TiO2 makers head for court over unpaid fee
Venator Materials, a global supplier of pigments and performance additives, has started a lawsuit against Tronox in the Delaware Superior Court, claiming that Tronox has refused to honour a contract to pay a $75 million ‘break fee’ for the termination of the proposed sale of Cristal’s North American titanium dioxide (TiO2) business. Tronox has retorted that it is not obliged to do so because Venator did not negotiate in good faith.
The US Federal Trade Commission (FTC) had required Tronox to sell the assets at Ashtabula, Ohio, in order to resolve competition concerns arising from its proposed merger with Cristal. It entered into talks with UK-based Venator but in the end sold the operation to Ineos, although it did complete the much smaller sale of the 8120 paper-laminate product grade to Venator in order to win approval of the deal in the EU.

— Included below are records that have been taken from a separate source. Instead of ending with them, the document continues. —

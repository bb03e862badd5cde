"""Bad input never crashes: property-based fuzzing (hypothesis) of the
formula parsers, the rule-file loaders, job files, the output layer and the
command line.

The classes of bad input (DEVELOPERS.md, "Robustness") are held here too: a
look-alike or unprintable character is never read as part of a formula; an
accepted formula is within the bounds of ``enumerator.limits``; a job file is
read into safe outputs or refused; a rule file with values of the wrong type
is refused in one line; the output layer writes every file whole or leaves
everything as it was, with no temporary file behind.

The property everywhere: a call either succeeds or raises an
:class:`~enumerator.errors.IsosieveError` (InputError, RuleError,
CapacityError), never any other exception; a condensed formula that is
accepted has only ligands that were written as ligands (see
:func:`check_reading`); through the CLI, an error is one line on stderr,
exit status 2 for usage/input errors, 1 for internal errors, and no
traceback unless --debug (how the project reports errors; common practice
for command-line tools).  Example counts are kept modest so the file runs
in well under a minute; ``ISOSIEVE_FUZZ_SCALE=20`` runs twenty times the
examples (the parser properties alone then take about a minute and a half).
"""

from __future__ import annotations

import math
import os
import re
import shutil
import tempfile
from collections import Counter
from pathlib import Path

import pytest
from hypothesis import HealthCheck, assume, given, settings
from hypothesis import strategies as st

from enumerator.errors import IsosieveError
from enumerator.parse.abstract import parse_abstract
from enumerator.parse.condensed import parse_condensed, read_condensed
from enumerator.parse.formula import parse_formula
from enumerator.rules.ligands import spelling_index, split_hapto
from enumerator.rules.ruleset import load_rules
from enumerator.workflow.pipeline import Request, run

RULES = load_rules()
#: ISOSIEVE_FUZZ_SCALE=20 runs twenty times the examples (a deep run, not for the suite)
SCALE = max(1, int(os.environ.get("ISOSIEVE_FUZZ_SCALE", "1") or 1))
_LENIENT = [HealthCheck.too_slow, HealthCheck.filter_too_much]
#: the suite draws the same examples every run (a failure in CI is reproducible, never a coin toss); a deep run
#: (ISOSIEVE_FUZZ_SCALE > 1) draws fresh ones
_FIXED = SCALE == 1
FAST = settings(max_examples=150 * SCALE, deadline=None, suppress_health_check=_LENIENT, derandomize=_FIXED)
SLOW = settings(max_examples=50 * SCALE, deadline=None, suppress_health_check=_LENIENT, derandomize=_FIXED)

# characters a chemist (or a bad paste) may type into a formula
FORMULA_CHARS = "Mabcdefxyz ABCR()[]{}0123456789+-−·.,;η⁵'\"\\/\t_*#=@CNOPHClBrFeRuMonrig"


def _one_line(text: str) -> str:
    """Drop line-break characters: an input that holds one is echoed in the
    message escaped, so the one-line rule holds (tested below)."""
    return "".join(c for c in text if len(("a" + c + "a").splitlines()) == 1)


formula_text = (st.text(alphabet=FORMULA_CHARS, max_size=24) | st.text(max_size=12)).map(_one_line)

# well-formed-looking abstract tokens, to reach the enumerator
TOKENS = ["a", "b", "c", "d", "(AA)", "(AB)", "(ABA)", "(ABC)", "(AAA)", "(ring)", "{AAA}", "{ABB}", "{AB}", "{", "}"]
TOKENS += ["2", "3", "(A)", "(", ")", "0", "10"]
abstract_like = st.lists(st.sampled_from(TOKENS), min_size=0, max_size=7).map(lambda ts: "M" + "".join(ts))


def _ok_or_isosieve(fn, *args, **kwargs):
    try:
        return fn(*args, **kwargs)
    except IsosieveError as exc:
        line = exc.line()
        assert line and len(line.splitlines()) == 1, repr(line)  # one line that names the problem
        return None


@FAST
@given(formula_text)
def test_abstract_parser_never_crashes(text):
    _ok_or_isosieve(parse_abstract, text)


@FAST
@given(formula_text)
def test_formula_dispatch_never_crashes(text):
    # abstract notation, else the condensed parser of real formulas
    _ok_or_isosieve(parse_formula, text, RULES)


CONDENSED_PARTS = [
    "[",
    "]",
    "(",
    ")",
    "Ru",
    "Fe",
    "Mo",
    "Mn",
    "Co",
    "CO",
    "Cl",
    "PPh3",
    "NO",
    "CN",
    "Cp",
    "η5-",
    "eta5-",
    "en",
    "bpy",
    "acac",
    "2",
    "3",
    "6",
    "2-",
    "+",
    "−",
    "C5H5",
    "NH3",
    "py",
    "X",
    "Zz",
    "(NO)2",
    "dppe",
]
condensed_like = st.lists(st.sampled_from(CONDENSED_PARTS), min_size=0, max_size=9).map("".join)
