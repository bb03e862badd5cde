import json

from click.testing import CliRunner

from enumerator.cli import cli
from enumerator.forcefield import predict_bands
from enumerator.formula import parse_abstract
from enumerator.isomers import enumerate_isomers
from enumerator.matching import match_bands
from enumerator.pipeline import apply_settings
from enumerator.rules import load_rules


def _set(formula):
    comp = apply_settings(parse_abstract(formula), reporters=[("a", "CO")])
    return enumerate_isomers(comp, load_rules().geometry("OC-6"))


def test_synthetic_mer_spectrum_picks_mer():
    # synthetic bands of mer-Ma3b3 (3 IR bands) against fac (2 IR bands: A1 + E; fac/mer band counts are a
    # textbook fact, Cotton, Chemical Applications of Group Theory)
    s = _set("Ma3b3")
    mer = next(i for i in s.isomers if i.point_group == "C2v")
    bands = [b.wavenumber for b in predict_bands(mer, "CO", {"k1": 15.3, "k2": 15.9, "kc": 0.3, "kt": 0.6}) if b.ir_active]
    m = match_bands(s, "CO", bands)
    assert m.candidates[0].point_group == "C2v" and m.candidates[0].problems == 0
    assert m.candidates[1].problems == 1
    assert "Count: consistent" in m.candidates[0].explanation


def test_trans_single_band():
    # trans-M(CO)4L2 (D4h) shows one IR band (Eu); cis (C2v) four (common practice / group theory)
    s = _set("Ma4b2")
    m = match_bands(s, "CO", [1950.0])
    assert m.candidates[0].point_group == "D4h"


def test_cli_json_and_errors():
    r = CliRunner().invoke(cli, ["match", "Ma3b3", "--reporter", "a=CO", "--bands", "2050,1975,1947", "--json"])
    assert r.exit_code == 0, r.output
    doc = json.loads(r.output)
    assert doc["candidates"][0]["rank"] == 1 and doc["candidates"][0]["explanation"]
    r2 = CliRunner().invoke(cli, ["match", "Ma3b3", "--reporter", "a=CO", "--bands", "2050,1975,1947", "--json"])
    assert r.output == r2.output  # deterministic
    r3 = CliRunner().invoke(cli, ["bands", "Ma4b2", "--reporter", "a=CO", "--json"])
    assert r3.exit_code == 0, r3.output
    assert json.loads(r3.output)["isomers"][0]["patterns"][0]["bands"]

Venator president and CEO Simon Turner said that Tronox “has failed to honour its contract with Venator and offers baseless excuses for its refusal to perform”. Tronox, he added, had abruptly terminated bilateral discussions to pursue an alternative transaction while Venator was preparing to respond to the FTC’s concerns. The break fee was due to be paid on 13 May. Venator is also demanding payment of pre- and post-judgement interest and legal fees and costs. However, Jeffry Quinn, chairman and CEO of
Tronox, which is the world’s largest vertically integrated producer of the white pigment, counter-alleged that Venator failed to adhere to the terms of the memorandum of understanding (MoU) between the two, which envisaged a $1.1 billion deal. This ultimately forced Tronox to accept a much lower bid of $700 million from Ineos, which, he said, obviates any requirement to pay the break fee.
“Despite our fundamental disagreement over the consequences of Venator’s actions under the MoU, it is our hope to resolve this matter through negotiation, but are prepared to defend our position if necessary,” added Quinn. “Tronox will instead continue to focus on unlocking the substantial value created by our transformative acquisition of Cristal for the benefit of our shareholders, customers and employees.”
The sale of the 8120 grade, which was agreed in July 2018 along with the break fee, was completed on 10 April. Of €8 million fee, €1 million has been paid already and the rest will be paid in even instalments in Q2 2020 and Q2 2021. A transitional supply agreement is in effect until the manufacturing transfer is completed. The sale of the Cristal operations to Ineos was completed on 1 May.